Under the inner tent is where you need it most, unless you are on your back lawn. The whole point of a footprint is to protect the inner from sharp stones, bits of twigs, bottle tops, glass etc which can puncture it when you kneel on them and destroy an expensive piece of kit. The bit in the porch is just to make it easier when you cook or to find things you have dropped - you can manage without it.

The lighter and pricier the tent, the more you need something. For my goretex bivvi tent I use a knackered full length survival bag; if I'm camping from the car, a piece of thin proofed wagon sheeting.


----------



## Cockney Scot (17 Apr 2009)

when I put the tent up in the garden I didnt use the footprint. But the foot print looks like it is made to fit the whole tent, porch included, I will check it iut over the weekend if dry. The weight of the footprint is so minimal I doubt you would even notice it on the bike, it also folds up very small so doesnt take up much space. As well as protecting the inner tents ground sheet from sharp objects it also keeps it clean and dry, so if packing up the flysheet wont get wet or dirty from the inner tents ground sheet.
Not sure where or when 1st trip will be, might see if I can manage a long weekend in New Forest. I fancy doing Highlands in Autum, taking the sleeper from London to Aviemore, then head south at a lesuirely pace and return on the sleeper 2 weeks later.


----------



## GrahamG (17 Apr 2009)

Funny - I've had one of these tents in the cupboard for ages (jumped on a bargain a few months back) and we just pitched it this weekend for the first time. Looks great, and the dark green should make stealthy wild camping a little less obvious (although there are some reflective bits on it). The inner material does feel fairly thin though so bit of tarp or plastic sheet under there is probably a good idea.


----------



## Cockney Scot (18 Apr 2009)

Lovely sunny day so have taken the opportunity to put the tent up properly (bag garden again),took about 20mins to get it right which I don't think is bad considering my last tent experience was over 10 years ago.
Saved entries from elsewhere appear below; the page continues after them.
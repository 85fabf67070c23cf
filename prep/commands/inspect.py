"""``headprep inspect``: read an electrode file and report what is in it."""
from __future__ import annotations

import argparse

from ..errors import UsageError

HELP = "read an electrode file and report what is in it"


def add_arguments(parser: argparse.ArgumentParser) -> None:
    parser.add_argument("--json", action="store_true", help="print one JSON document on stdout")


def run(args: argparse.Namespace, ctx) -> int:  # noqa: ANN001
    raise UsageError("'inspect' is not available in this version of the kit yet")
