"""``headprep check``: measure a lead field's conditioning (the passport)."""
from __future__ import annotations

import argparse
import json
from pathlib import Path

import numpy as np

from ..atomic import atomic_dir, check_writable
from ..bundle import load_bundle
from ..console import exit_status, format_findings
from ..errors import ReadError, UsageError
from ..model import LeadField
from ..passport import Passport, passport_pngs, run_passport
from ..readers import check_input_file

HELP = "measure a lead field's conditioning (the passport)"
DESCRIPTION = """\
Measure whether a lead field can resolve anything before it goes to an inverse
solver: non-finite entries, singular spectrum, rank and condition number,
effective rank at an SNR, reference consistency, near-duplicate sensors, depth
bias, and the point-spread functions of a minimum-norm inverse (peak
localisation error and spatial dispersion of every source).

Give a bundle, or a lead field as .npy files (metres, V/(A*m)):
  headprep check subject.bundle
  headprep check --leadfield L.npy --sensor-positions S.npy --source-positions P.npy

The passport (passport.json, arrays/*.npy and five PNGs) is written atomically
to --out (default: <input>-passport next to the input). Exit 1 when a check
fails, 2 when an input cannot be used."""


def add_arguments(parser: argparse.ArgumentParser) -> None:
    parser.add_argument("bundle", nargs="?", help="bundle directory or .zip")
    parser.add_argument("--leadfield", metavar="FILE.npy",
                        help="(n_sensors, n_sources) or (n_sensors, n_sources, 3) lead field, V/(A*m)")
    parser.add_argument("--sensor-positions", metavar="FILE.npy", help="(n_sensors, 3) electrodes, metres")
    parser.add_argument("--source-positions", metavar="FILE.npy", help="(n_sources, 3) sources, metres")
    parser.add_argument("--normals", metavar="FILE.npy", help="(n_sources, 3) unit source orientations")
    parser.add_argument("--reference", default="average",
                        help="reference of a .npy lead field: 'average' (default) or a sensor label E1..En")
    parser.add_argument("--snr", type=float, default=None, help="amplitude SNR for the effective rank and "
                        "the minimum-norm resolution (default 3)")
    parser.add_argument("--out", metavar="DIR", help="passport directory (default <input>-passport)")
    parser.add_argument("--force", action="store_true", help="replace an existing passport directory")
    parser.add_argument("--no-png", action="store_true", help="skip the pictures (faster in batch runs)")
    parser.add_argument("--json", action="store_true", help="print one JSON document on stdout")


def _npy(path: str | None, option: str) -> np.ndarray:
    if path is None:
        raise UsageError(f"{option} is required with --leadfield")
    p = check_input_file(path, option)
    try:
        arr = np.load(p, allow_pickle=False)
    except (ValueError, OSError) as exc:
        raise ReadError(p, None, f"not a numeric .npy array ({exc})") from exc
    if not isinstance(arr, np.ndarray) or arr.dtype.kind not in "fiu":
        raise ReadError(p, None, "not a numeric .npy array")
    return arr.astype(np.float64)


def _points(path: str | None, option: str, n: int, what: str) -> np.ndarray:
    arr = _npy(path, option)
    if arr.shape != (n, 3):
        raise ReadError(path, None, f"{what} must be ({n}, 3) to match the lead field, got {arr.shape}")
    return arr


def _from_files(args: argparse.Namespace) -> tuple[LeadField, np.ndarray, Path]:
    mat = _npy(args.leadfield, "--leadfield")
    if mat.ndim not in (2, 3) or (mat.ndim == 3 and mat.shape[2] != 3):
        raise ReadError(args.leadfield, None, f"lead field must be (n, m) or (n, m, 3), got {mat.shape}")
    n, m = mat.shape[:2]
    sensors = _points(args.sensor_positions, "--sensor-positions", n, "sensor positions")
    sources = _points(args.source_positions, "--source-positions", m, "source positions")
    normals = None
    if args.normals is not None:
        normals = _points(args.normals, "--normals", m, "normals")
    elif mat.ndim == 2:
        normals = np.zeros((m, 3))  # orientation unknown; no check needs it
    labels = tuple(f"E{i + 1}" for i in range(n))
    if args.reference != "average" and args.reference not in labels:
        raise UsageError(f"--reference {args.reference}: expected 'average' or a label E1..E{n}")
    lf = LeadField(matrix=mat, sensor_labels=labels,
                   source_positions=sources, source_normals=normals if mat.ndim == 2 else None,
                   reference=args.reference)
    return lf, sensors, Path(args.leadfield)


def _human(passport: Passport, out: Path) -> str:
    m = passport.metrics
    spec, res, dep = m.get("leadfield-spectrum", {}), m.get("leadfield-resolution", {}), m.get("leadfield-depth", {})
    lines = [f"passport written to {out}"]
    if "condition_number" in spec:
        lines.append(f"  spectrum: rank {spec['numerical_rank']}/{spec['expected_rank']}, condition number "
                     f"{float(spec['condition_number']):.3g}, effective rank {spec['effective_rank']} "
                     f"at SNR {spec['snr']:g}")
    if "ratio" in dep:
        lines.append(f"  depth: superficial/deep column-norm ratio {float(dep['ratio']):.3g}")
    if "peak_localisation_error" in res:
        ple, sd = res["peak_localisation_error"], res["spatial_dispersion"]
        lines.append(f"  resolution (minimum norm, SNR {res['snr']:g}): peak localisation error median "
                     f"{float(ple['p50_mm']):.1f} mm, 90th pct {float(ple['p90_mm']):.1f} mm; dispersion median "
                     f"{float(sd['p50_mm']):.1f} mm")
    lines.append(format_findings(passport.findings) if passport.findings else "  no problems found")
    return "\n".join(lines)


def run(args: argparse.Namespace, ctx) -> int:  # noqa: ANN001
    if (args.bundle is None) == (args.leadfield is None):
        raise UsageError("give either a BUNDLE or --leadfield FILE.npy (with --sensor-positions and "
                         "--source-positions)")
    if args.snr is not None and not args.snr > 0:
        raise UsageError(f"--snr must be positive, got {args.snr}")
    if args.bundle is not None:
        bundle = load_bundle(args.bundle)
        lf = bundle.leadfield("fixed" if "leadfield" in bundle.arrays else "free")
        sensors, origin = np.asarray(bundle.arrays["sensor_positions"]), Path(args.bundle)
    else:
        lf, sensors, origin = _from_files(args)
    out = Path(args.out) if args.out else origin.with_name(f"{origin.stem}-passport")
    if out.exists() and not args.force:
        raise UsageError(f"{out}: already exists; use --force to replace it")
    check_writable(out)  # refuse before the (long) computation
    options = {"snr": args.snr} if args.snr is not None else None
    passport = run_passport(ctx.registry, lf, sensors, options=options)
    doc = {"input": str(origin), "out": str(out), **passport.to_dict()}
    with atomic_dir(out, force=args.force) as tmp:
        (tmp / "arrays").mkdir()
        for name, arr in passport.arrays.items():
            np.save(tmp / "arrays" / f"{name}.npy", np.ascontiguousarray(arr), allow_pickle=False)
        pngs = [] if args.no_png else passport_pngs(passport, tmp, lf.source_positions)
        doc["files"] = ["passport.json", *(f"arrays/{k}.npy" for k in passport.arrays), *(p.name for p in pngs)]
        (tmp / "passport.json").write_text(json.dumps(doc, indent=2, allow_nan=False) + "\n", encoding="utf-8")
    ctx.emit(doc, lambda: _human(passport, out))
    return exit_status(passport.findings)
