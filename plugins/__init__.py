"""headprep's built-in plugins (installed as ``prep_plugins``).

Each module is one plugin, registered through the ``headprep`` entry-point
group exactly like a third-party plugin. A plugin imports only ``prep``'s
public API, never another plugin.
"""
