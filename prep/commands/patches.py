"""``headprep patches``: turn cortex surfaces into source patches.

Reads one or more cortex meshes (one per hemisphere, or one for both), applies
the safe mesh repairs, asks the patch-maker plugin for patches, and writes them
as an ``.npz`` of plain arrays (no pickles; format in docs/source-patches.md)
plus a PNG of the cortex coloured by patch.
"""
from __future__ import annotations

import argparse
import io
import json
from dataclasses import replace
from pathlib import Path
from typing import Any

import numpy as np

from ..atomic import check_writable, write_bytes_atomic
from ..checks import run_checks
from ..console import exit_status, format_findings
from ..errors import UsageError
from ..geometry.meshcheck import repair_surface
from ..model import Finding, Patches, Surface
from ..readers import read_surface

HELP = "turn cortex surfaces into source patches"
DESCRIPTION = """Turn cortex surfaces into source patches (one fixed-orientation dipole each).

Each CORTEX mesh is a hemisphere (given two, the one lying at negative x is
the left) or both hemispheres in one file. The patches are written to --out
(.npz of plain arrays: source_positions, source_normals, source_areas,
source_spread, source_hemisphere, source_vertex_patch, surface_vertex_counts,
meta_json) and a picture of the cortex coloured by patch next to it (.png).
"""

#: format tag stored in meta_json
FORMAT = "headprep-patches/1"


def add_arguments(parser: argparse.ArgumentParser) -> None:
    parser.add_argument("cortex", nargs="+", metavar="CORTEX", help="cortex mesh(es): PLY, STL, OBJ, OFF, GIfTI")
    parser.add_argument("--count", type=int, default=None, help="total number of patches (default 8000)")
    parser.add_argument("--spacing", type=float, default=None, metavar="MM",
                        help="mean patch spacing in mm, instead of --count")
    parser.add_argument("--inner-skull", metavar="MESH", help="inner-skull mesh: report (and remove) patches "
                        "outside it or too close to it")
    parser.add_argument("--min-distance", type=float, default=None, metavar="MM",
                        help="closest allowed distance to the inner skull, mm (default 5)")
    parser.add_argument("--keep-excluded", action="store_true",
                        help="keep patches outside / too close to the inner skull (still reported)")
    parser.add_argument("--islands", choices=("keep-largest", "fail"), default=None,
                        help="disconnected small pieces: leave them out (default) or fail")
    parser.add_argument("--mesh-units", metavar="U", help="length unit of the mesh files (m, cm, mm)")
    parser.add_argument("--reader", metavar="NAME", help="surface reader to use instead of choosing by file name")
    parser.add_argument("--method", default="quadric", metavar="NAME", help="patch maker (default quadric)")
    parser.add_argument("--out", required=True, metavar="FILE", help="output .npz")
    parser.add_argument("--picture", metavar="PNG", help="picture path (default: --out with .png)")
    parser.add_argument("--no-picture", action="store_true", help="do not render the picture")
    parser.add_argument("--json", action="store_true", help="print one JSON document on stdout")


def _roles(surfaces: list[Surface]) -> list[str]:
    if len(surfaces) == 1:
        return ["cortex"]
    if len(surfaces) == 2:
        xs = [float(np.nanmean(s.vertices[:, 0])) for s in surfaces]
        if (xs[0] < 0) != (xs[1] < 0):
            return ["cortex_left", "cortex_right"] if xs[0] < 0 else ["cortex_right", "cortex_left"]
    return ["cortex"] * len(surfaces)


def patches_arrays(patches: Patches, surfaces: list[Surface], meta: dict[str, Any]) -> dict[str, np.ndarray]:
    """The arrays written to the ``.npz`` (names shared with the bundle's source arrays)."""
    return {
        "source_positions": np.asarray(patches.centres), "source_normals": np.asarray(patches.normals),
        "source_areas": np.asarray(patches.areas), "source_spread": np.asarray(patches.spread),
        "source_hemisphere": np.asarray(patches.hemisphere),
        "source_vertex_patch": np.asarray(patches.vertex_patch if patches.vertex_patch is not None
                                          else np.zeros(0, np.int64)),
        "surface_vertex_counts": np.array([len(s.vertices) for s in surfaces], dtype=np.int64),
        "meta_json": np.array(json.dumps(meta, allow_nan=False)),
    }


def write_patches(path: str | Path, patches: Patches, surfaces: list[Surface], meta: dict[str, Any]) -> Path:
    """Write ``patches`` atomically as an ``.npz`` of plain arrays (loadable with ``allow_pickle=False``)."""
    buf = io.BytesIO()
    np.savez_compressed(buf, **patches_arrays(patches, surfaces, meta))
    write_bytes_atomic(path, buf.getvalue())
    return Path(path)


def read_patches(path: str | Path) -> tuple[Patches, dict[str, Any]]:
    """Load what :func:`write_patches` wrote: the Patches (no findings) and the metadata."""
    with np.load(path, allow_pickle=False) as z:
        meta = json.loads(str(z["meta_json"]))
        vp = z["source_vertex_patch"]
        return Patches(centres=z["source_positions"], normals=z["source_normals"], areas=z["source_areas"],
                       spread=z["source_spread"], hemisphere=z["source_hemisphere"],
                       vertex_patch=vp if vp.size else None, frame=meta.get("frame", "anatomy")), meta


def render_patches(path: str | Path, surfaces: list[Surface], patches: Patches) -> Path:
    """A PNG of the surfaces coloured by patch (excluded vertices grey), viewed from above-left."""
    from .. import render

    import pyvista as pv

    p = render.plotter((900, 700))
    vp = patches.vertex_patch
    start = 0
    rng = np.random.default_rng(0)
    colours = rng.uniform(0.15, 0.95, size=(max(len(patches), 1), 3))  # neighbours rarely alike
    for s in surfaces:
        faces = np.hstack([np.full((len(s.faces), 1), 3), s.faces]).ravel()
        mesh = pv.PolyData(np.asarray(s.vertices), faces)
        rgb = np.full((len(s.vertices), 3), 0.6)
        if vp is not None:
            own = vp[start:start + len(s.vertices)]
            rgb[own >= 0] = colours[own[own >= 0]]
        start += len(s.vertices)
        mesh.point_data["rgb"] = (rgb * 255).astype(np.uint8)
        p.add_mesh(mesh, scalars="rgb", rgb=True, smooth_shading=True)
    p.view_vector((-1.0, -0.6, 0.8), viewup=(0, 0, 1))
    p.add_text(f"{len(patches)} patches", font_size=10, color="black")
    return render.save_plotter_png(p, path)


def run(args: argparse.Namespace, ctx) -> int:  # noqa: ANN001
    out = Path(args.out)
    if out.suffix.lower() != ".npz":
        raise UsageError(f"--out {out}: the patches file must end in .npz")
    check_writable(out)
    if args.count is not None and args.count < 1:
        raise UsageError(f"--count {args.count}: must be at least 1")
    if args.spacing is not None and args.spacing <= 0:
        raise UsageError(f"--spacing {args.spacing}: must be positive (mm)")
    reg = ctx.registry
    desc = reg.get("patch_maker", args.method)
    given: dict[str, Any] = {}
    if args.count is not None:
        given["count"] = args.count
    if args.spacing is not None:
        given["spacing_mm"] = float(args.spacing)
    if args.min_distance is not None:
        given["min_distance_mm"] = float(args.min_distance)
    if args.keep_excluded:
        given["exclude"] = False
    if args.islands is not None:
        given["islands"] = args.islands
    options = reg.options(desc, given, "command line")

    findings: list[Finding] = []
    surfaces: list[Surface] = []
    for path in args.cortex:
        s = read_surface(reg, path, "cortex", reader=args.reader, units=args.mesh_units)
        s, repaired = repair_surface(s)
        findings += list(s.findings) + repaired
        surfaces.append(s)
    surfaces = [replace(s, role=r) for s, r in zip(surfaces, _roles(surfaces))]
    skull = None
    if args.inner_skull:
        skull = read_surface(reg, args.inner_skull, "inner_skull", reader=args.reader, units=args.mesh_units)
        findings += list(skull.findings)
    with ctx.progress(1, "making patches") as advance:
        patches = reg.call(desc, "make", surfaces, inner_skull=skull,
                           step=f"patch maker '{desc.name}'", **options)
        advance()
    if not isinstance(patches, Patches):
        raise UsageError(f"patch maker '{desc.name}' returned {type(patches).__name__}, not Patches")
    findings += list(patches.findings)
    checked = run_checks(reg, "patches", patches=patches, inner_skull=skull,
                         options={"min_distance_mm": options.get("min_distance_mm")}
                         if "min_distance_mm" in options else None)
    findings += list(checked.findings)
    meta = {"format": FORMAT, "frame": patches.frame, "method": desc.name, "options": options,
            "units": {"positions": "m", "areas": "m^2", "spread": "rad"},
            "surfaces": [{"file": s.provenance.file, "sha256": s.provenance.sha256, "role": s.role,
                          "unit": s.provenance.unit, "n_vertices": len(s.vertices), "n_faces": len(s.faces)}
                         for s in surfaces],
            "inner_skull": None if skull is None else {"file": skull.provenance.file,
                                                       "sha256": skull.provenance.sha256},
            "findings": [f.to_dict() for f in findings]}
    write_patches(out, patches, surfaces, meta)
    picture = None
    if not args.no_picture:
        picture = Path(args.picture) if args.picture else out.with_suffix(".png")
        render_patches(picture, surfaces, patches)
    per_hemi = {str(h): int((patches.hemisphere == h).sum()) for h in np.unique(patches.hemisphere)}
    doc = {"command": "patches", "out": str(out), "picture": None if picture is None else str(picture),
           "n_patches": len(patches), "per_hemisphere": per_hemi,
           "total_area_m2": float(patches.areas.sum()),
           "mean_area_mm2": float(patches.areas.mean() * 1e6) if len(patches) else 0.0,
           "median_spread_deg": float(np.degrees(np.median(patches.spread))) if len(patches) else 0.0,
           "findings": [f.to_dict() for f in findings]}

    def human() -> str:
        side = {"0": "left", "1": "right", "-1": "hemisphere unknown"}  # docs/bundle-format.md: 0 left, 1 right
        lines = [f"{len(patches)} patches ({', '.join(f'{side.get(k, k)} {v}' for k, v in per_hemi.items())}), "
                 f"total area {doc['total_area_m2'] * 1e4:.1f} cm^2, mean {doc['mean_area_mm2']:.1f} mm^2, "
                 f"median normal spread {doc['median_spread_deg']:.1f} deg",
                 f"wrote {out}" + (f" and {picture}" if picture else "")]
        if findings:
            lines.append(format_findings(findings))
        return "\n".join(lines)

    ctx.emit(doc, human)
    return exit_status(findings)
Colour is green, so ideal for wild camping as it wont stand out.
Added bonus is the one I ordered at discount price was a 2008 model , but as they had all gone they gave me a 2009 for discounted price.

Answers to Questions, 
the weight of 3.2kg INCLUDES the footprint actual tent was 2.8kg on the scales so weight wise it is good. 
The footprint covers the whole of the inside of the tent including the porch which is very handy and as it is the bespoke footprint for the tent it clips onto pre set points in the tent (no pegs needed for footprint). Worth spending the extra £20 to protect the tent and act as a ground sheet for the porch.
Considering the light weight it almost 14ft long and 5ft wide and the porch area is enormous (almost as big as sleeping area). Very roomy for 1 and adequate for 2 people. Whilst the porch is big enough to accommodate my bike, it will be staying outside, I found a nylon cover I bought years ago so that will be used for the bike. Reckon if I make 2 holes in the cover (heat seal them) then I can cover the bike and secure it to a tree or pole with my lock which is sold secure and 1.8m long.

The instructions are good but took a bit of reading to fully understand, especially the TBS system for tensioning the tent.
Ventilation is more than adequate and there is a mesh vent on the sleeping compartment door which can be opened or closed with a zip, hook for hanging a light in both the porch and sleeping area and pockets in the inner tent for storage of odds and ends. 
Have to say seeing the tent up properly I am glad that I went for the Vango Spirit 200+ , it was dearer but seems to worth the extra, the 300 I reckon for 1 person might have been a bit big.
Next step is to see how everything stows onto the bike.
Current intention is to put the tent and sleeping mat (secured in waterproof bin liner) on the top of the rear rack secured with Bungees.
Sleeping bag and liner(again in waterproof bag) in Front pannier, cooking utensils and stove (single burner ) split between 2 rear panniers then clothes and personal items split between front and rear panniers ensuring even weight distribution. Front n/s pannier will be designated the wet pannier.
Wet weather gear on top of rear panniers (Easy to get to) and valuables in handle bar bag. I dont intend carrying food other than a couple of packets of dry noodles for emergency as I can get that at local shops. Water I will use the bikes water bottles
I am hopping the main trip will be 2 weeks in the Highlands, heading North on the sleeper to Aviemore then a spending several days in Aviemore visiting surrounding area . Slowly head south stopping of along the way and then eventually heading south again from Perth or Stirling by sleeper.
Weird to think it is larger than my last ridge tent was and weighs a fraction.
cant wait for the summer to use it.
Now I just have to get the sleeping bag, mat and phone charger.


----------



## Crankarm (18 Apr 2009)

Cheers delt1c. Nice review of first impressions. I am impressed with what I have read about the tent and your comments. Sounds like an excellent buy for the solo tourer with the full set of panniers and all the other paraphernalia. A bit of luck you got a 2009 model at an 2008 price if indeed it has an advantage over the '08 model. Thanks for explaining the footprint groundsheet so fully. Sounds a must.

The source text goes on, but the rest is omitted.